Kentucky Bar Association
- Type: Legal Society
- Headquarters: Frankfort, KY
- Location: United States;
- Membership: 18,908 in 2020
- Website: http://www.kybar.org/

= Kentucky Bar Association =

Bar Association

The Kentucky Bar Association (KBA) is the integrated (mandatory) bar association of the U.S. state of Kentucky.

==History ==
In 1871, the first meeting of lawyers from across Kentucky was held in Louisville and created a voluntary association.
In 1934 the Kentucky General Assembly passed an act creating an all-inclusive bar association which authorized the Court of Appeals (now Supreme Court) to adopt and promulgate rules and regulations defining the practice of law and to establish a code of professional responsibility to govern the discipline of members of the Bar.

==Structure==
The KBA governing body is its Board of Governors, an agent of the Court for the purpose of administering and enforcing the Rules. KBA's Chief Executive Officer is the President of the Bar.

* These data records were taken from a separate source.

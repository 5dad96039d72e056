// Where the program's own files are: the demo projects and the shipped JSON Schemas sit beside dist/ and src/.

import { readFile, readdir, stat } from 'node:fs/promises';
import path from 'node:path';
import { fileURLToPath } from 'node:url';

/** The package root: one level above this module (src/ when run from source, dist/ when compiled). */
export const packageRoot = path.resolve(path.dirname(fileURLToPath(import.meta.url)), '..');

export const demoRoot = path.join(packageRoot, 'projects-demo');

/** Every demo project folder (one with a project.yaml), sorted by name. */
export async function demoProjectDirs(root = demoRoot): Promise<string[]> {
  let names: string[];
  try {
    names = await readdir(root);
  } catch {
    return [];
  }
  const dirs: string[] = [];
  for (const name of names.sort()) {
    const dir = path.join(root, name);
    if (await isFile(path.join(dir, 'project.yaml'))) dirs.push(dir);
  }
  return dirs;
}

export async function packageVersion(): Promise<string> {
  try {
    const pkg = JSON.parse(await readFile(path.join(packageRoot, 'package.json'), 'utf8')) as { version?: string };
    return pkg.version ?? '0.0.0';
  } catch {
    return '0.0.0';
  }
}

async function isFile(p: string): Promise<boolean> {
  try {
    return (await stat(p)).isFile();
  } catch {
    return false;
  }
}
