Run 'faultsheet <command> --help' for a command's options.`,
    );

  const command = (name: string, summary: string, example: string, exitCodes = EXIT_CODES_HELP_PLAIN) =>
    program
      .command(name)
      .description(summary)
      .showHelpAfterError(`(run 'faultsheet ${name.split(' ')[0]} --help' for usage)`)
      .addHelpText('after', `\nExample:\n  $ ${example}\n${exitCodes}\n`);

  command('check <dir>', 'validate a project folder without solving it', 'faultsheet check projects-demo/iec-400v').action(
    async (dir: string) => {
      const project = await load(io, dir);
      const files = new Set<string>(['project.yaml']);
      for (const d of project.devices) files.add(d.pos.file);
      for (const c of project.circuits) files.add(c.pos.file);
      out(`${plural(files.size, 'file')}, ${plural(project.circuits.length, 'circuit')}: no problems\n`);
    },
  );

  command(
    'solve <dir>',
    'solve fault levels and check every circuit; print a table (or the JSON results)',
    'faultsheet solve projects-demo/iec-400v --json > results.json',
    EXIT_CODES_HELP,
  )
    .option('--json', 'print only the results JSON document on stdout (the same as results.json)')
    .option('--strict', 'exit 2 if any check fails or is undetermined')
    .action(async (dir: string, opts: { json?: boolean; strict?: boolean }) => {
      const { solveProject, resultsDocument } = await engine();
      const project = await load(io, dir);
      const result = solveProject(project);
      if (opts.json) out(`${JSON.stringify(resultsDocument(project, result), null, 2)}\n`);
      else out(solveTable(project, result));
      if (opts.strict && !allPass(result)) code = EXIT.checks;
    });

  command(
    'build <dir>',
    'solve and write the PDF sheets, summary, dossier and results.json',
    'faultsheet build projects-demo/iec-400v --out /tmp/iec-dossier',
    EXIT_CODES_HELP,
  )
    .option('-o, --out <out>', 'output folder (default: <dir>/out)')
    .option('-q, --quiet', 'no progress bar and no closing line (errors are still printed)')
    .option('--strict', 'exit 2 if any check fails or is undetermined')
    .option('--force', 'render every sheet again (by default a sheet whose content has not changed since the last build into OUT is kept)')
    .option('-j, --jobs <n>', 'sheets rendered at once, in worker threads (default: one per core)', (v: string) => {
      const n = Number(v);
      if (!Number.isInteger(n) || n < 1 || n > 64) throw new UserError(`--jobs: ${JSON.stringify(v)} is not a whole number from 1 to 64`);
      return n;
    })
    .action(async (dir: string, opts: { out?: string; quiet?: boolean; strict?: boolean; force?: boolean; jobs?: number }) => {
      const projectDir = path.resolve(io.cwd, dir);
      const outDir = opts.out ? path.resolve(io.cwd, opts.out) : path.join(projectDir, 'out');
      const built = await buildOne(io, projectDir, outDir, { quiet: Boolean(opts.quiet), force: Boolean(opts.force), jobs: opts.jobs });
      if (!opts.quiet) out(`${built.line}\n`);
      if (opts.strict && !allPass(built.result)) code = EXIT.checks;
    });

  command('init <dir>', 'create a new project folder that builds as it is', 'faultsheet init substation-b').action(
    async (dir: string) => {
      const target = path.resolve(io.cwd, dir);
      const { initProject, InitError } = await import('./init.js');
      const written = await initProject(target).catch((e: unknown) => {
        throw e instanceof InitError ? new UserError(e.message) : e;
      });
      out(`created ${display(io, target)}: ${written.join(', ')}\n`);
      const shown = display(io, target);
      out(`next: edit the YAML files there, then \`npx faultsheet check ${shown}\` and \`npx faultsheet build ${shown}\` (the sheets go to ${shown}/out)\n`);
    },
  );

  command('demo', 'build every demo project in projects-demo/ into its out/ folder', 'npm run demo')
    .option('-q, --quiet', 'no progress bar')
    .action(async (opts: { quiet?: boolean }) => {
      const dirs = await demoProjectDirs();
      if (dirs.length === 0) throw new Error('no demo projects found next to the program (projects-demo/)');
      out('Demo dossiers:\n');
      for (const dir of dirs) {
        const built = await buildOne(io, dir, path.join(dir, 'out'), { quiet: Boolean(opts.quiet) });
        out(`  ${built.line}\n`);
      }
      out('Open dossier.pdf in each folder; the per-circuit sheets sit beside it.\n');
    });

  try {
    await program.parseAsync(io.argv, { from: 'user' });
    return code;
  } catch (e) {
    if (e instanceof CommanderError) {
      // help and version are requested output; everything else is a usage error commander already printed
      if (e.code === 'commander.helpDisplayed' || e.code === 'commander.version') return EXIT.ok;
      return EXIT.input;
    }
    if (io.signal?.aborted) {
      err('interrupted: the build stopped; OUT is as it was before it started\n');
      return EXIT.interrupted;
    }
    if (e instanceof ProjectIssues) {
      err(e.message.endsWith('\n') ? e.message : `${e.message}\n`);
      return EXIT.input;
    }
    if (e instanceof UserError) {
      err(e.message.split('\n').map((line) => `error: ${line}\n`).join(''));
      return EXIT.input;
    }
    const stack = e instanceof Error ? (e.stack ?? e.message) : String(e as unknown);
    err(`internal error: ${stack}\n(this is a bug in faultsheet, not in your project; please report it with the input)\n`);
    return EXIT.input;
  }
}

async function load(io: CliIo, dir: string, cache?: ParseCache): Promise<Project> {
  const projectDir = path.resolve(io.cwd, dir);
  const loaded = await (await engine()).loadProject(projectDir, cache);
  // locations as the user can open them from where they are: the project folder, then the file
  const located = (issues: readonly Issue[]) =>
    formatIssues(issues.map((i) => ({ ...i, file: path.join(display(io, projectDir), i.file).split(path.sep).join('/') })));
  if (!loaded.ok) throw new ProjectIssues(located(loaded.issues));
  if (loaded.warnings.length > 0) io.stderr.write(`${located(loaded.warnings)}\n`);
  return loaded.project;
}

interface Built {
  result: ProjectResult;
  line: string; // the closing line: sheets written, checks failed, time taken, where
}

/** Load, solve and write one project's dossier, with a progress bar on a terminal. */
async function buildOne(io: CliIo, projectDir: string, outDir: string, opts: { quiet: boolean; force?: boolean; jobs?: number }): Promise<Built> {
  const started = performance.now();
  // Worker threads for the sheets start now and load the report on another core while this thread
  // reads and solves the project (report/pool.ts). --jobs 1 renders in this thread.
  const { earlyThreads, startSheetPool } = await import('./report/pool.js');
  const threads = earlyThreads(opts.jobs);
  // each worker starts with the words the last build into OUT shaped (report/shaped-words.ts)
  const shapedWords = opts.force ? undefined : path.join(outDir, CACHE_FOLDER, SHAPED_FILE);
  const pool = threads > 0 ? await startSheetPool(threads, { shapedWords }) : undefined;
  try {
    return await solveAndBuild(io, projectDir, outDir, opts, started, pool);
  } finally {
    await pool?.destroy();
  }
}

async function solveAndBuild(io: CliIo, projectDir: string, outDir: string, opts: { quiet: boolean; force?: boolean; jobs?: number }, started: number, pool: SheetPool | undefined): Promise<Built> {
  const { solveProject, resultsDocument, ParseCache, PARSE_CACHE_FILE } = await engine();
  // what reading the project's files gave the last build into OUT (model/parse-cache.ts)
  const parsed = opts.force ? ParseCache.empty() : ParseCache.read(path.join(outDir, CACHE_FOLDER, PARSE_CACHE_FILE));
  const project = await load(io, projectDir, parsed);
  const result = solveProject(project);
  io.signal?.throwIfAborted();
  const showBar = Boolean(io.stdout.isTTY) && !opts.quiet;
  const bar = showBar
    ? new cliProgress.SingleBar(
        {
          stream: io.stdout,
          format: `${project.meta.number || project.meta.name} |{bar}| {value}/{total} circuits`,
          hideCursor: true,
          clearOnComplete: true,
        },
        cliProgress.Presets.shades_classic,
      )
    : undefined;
  // the report (pdfmake, canvas, fonts) is loaded only when a dossier is written
  const { buildDossier, OutputDirError, OutputPlanError, TemplateError } = await import('./report/build.js');
  let kept = 0;
  try {
    // results.json's document is made once the first sheets are on their way to the workers
    await buildDossier(project, result, () => resultsDocument(project, result), outDir, {
      onPlan: (render, unchanged) => {
        kept = unchanged;
        bar?.start(render, 0);
      },
      onProgress: (done: number) => bar?.update(done),
      force: opts.force,
      jobs: opts.jobs,
      signal: io.signal,
      pool,
      changedInputs: parsed.changed(),
      cacheFiles: [{ name: PARSE_CACHE_FILE, bytes: () => parsed.bytes() }],
    });
  } catch (e) {
    // two sheets on one file name, an output folder that cannot be used, a project template that does not compile
    if (e instanceof TemplateError && project.templatesDir) throw new UserError(e.message.split(project.templatesDir).join(display(io, project.templatesDir)));
    if (e instanceof OutputPlanError || e instanceof OutputDirError || e instanceof TemplateError) throw new UserError(e.message);
    throw e;
  } finally {
    bar?.stop();
  }
  const seconds = (performance.now() - started) / 1000;
  const failed = countChecks(result, 'fail');
  const undetermined = countChecks(result, 'undetermined');
  const parts = [
    `${plural(result.circuits.length, 'sheet')} written${kept > 0 ? ` (${kept} unchanged since the last build)` : ''}`,
    `${plural(failed, 'check')} failed`,
    ...(undetermined > 0 ? [`${undetermined} undetermined`] : []),
    ...(protectiveConductorProblems(result).length > 0 ? [`${plural(protectiveConductorProblems(result).length, 'protective conductor')} not passing`] : []),
  ];
  const line = `${parts.join(', ')} in ${seconds.toFixed(1)} s: ${display(io, path.join(outDir, 'dossier.pdf'))}`;
  return { result, line };
}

In 1984 KBA developed its Kentucky Law Update program, enabling members the opportunity to meet the annual Continuing Legal Education requirement with no registration fee. The absence of a registration fee is mandated by the Supreme Court of Kentucky. In addition, the Supreme Court requires that the program be offered in each of the court's seven appellate districts; it is currently offered in nine different locations.

==Sections==
The KBA offers a total of 25 specialized sections. Of these, 23 are focused on a specific area of law. The Small Firm Practice Section is centered on the needs of members practicing solo and in small firms. The final section, the Young Lawyers Division, is open to all KBA members who are under 40 as of the start of the membership year (which begins on 1 July), and also to members who have been admitted to the bar for 10 years or less (also measured as of 1 July) regardless of age.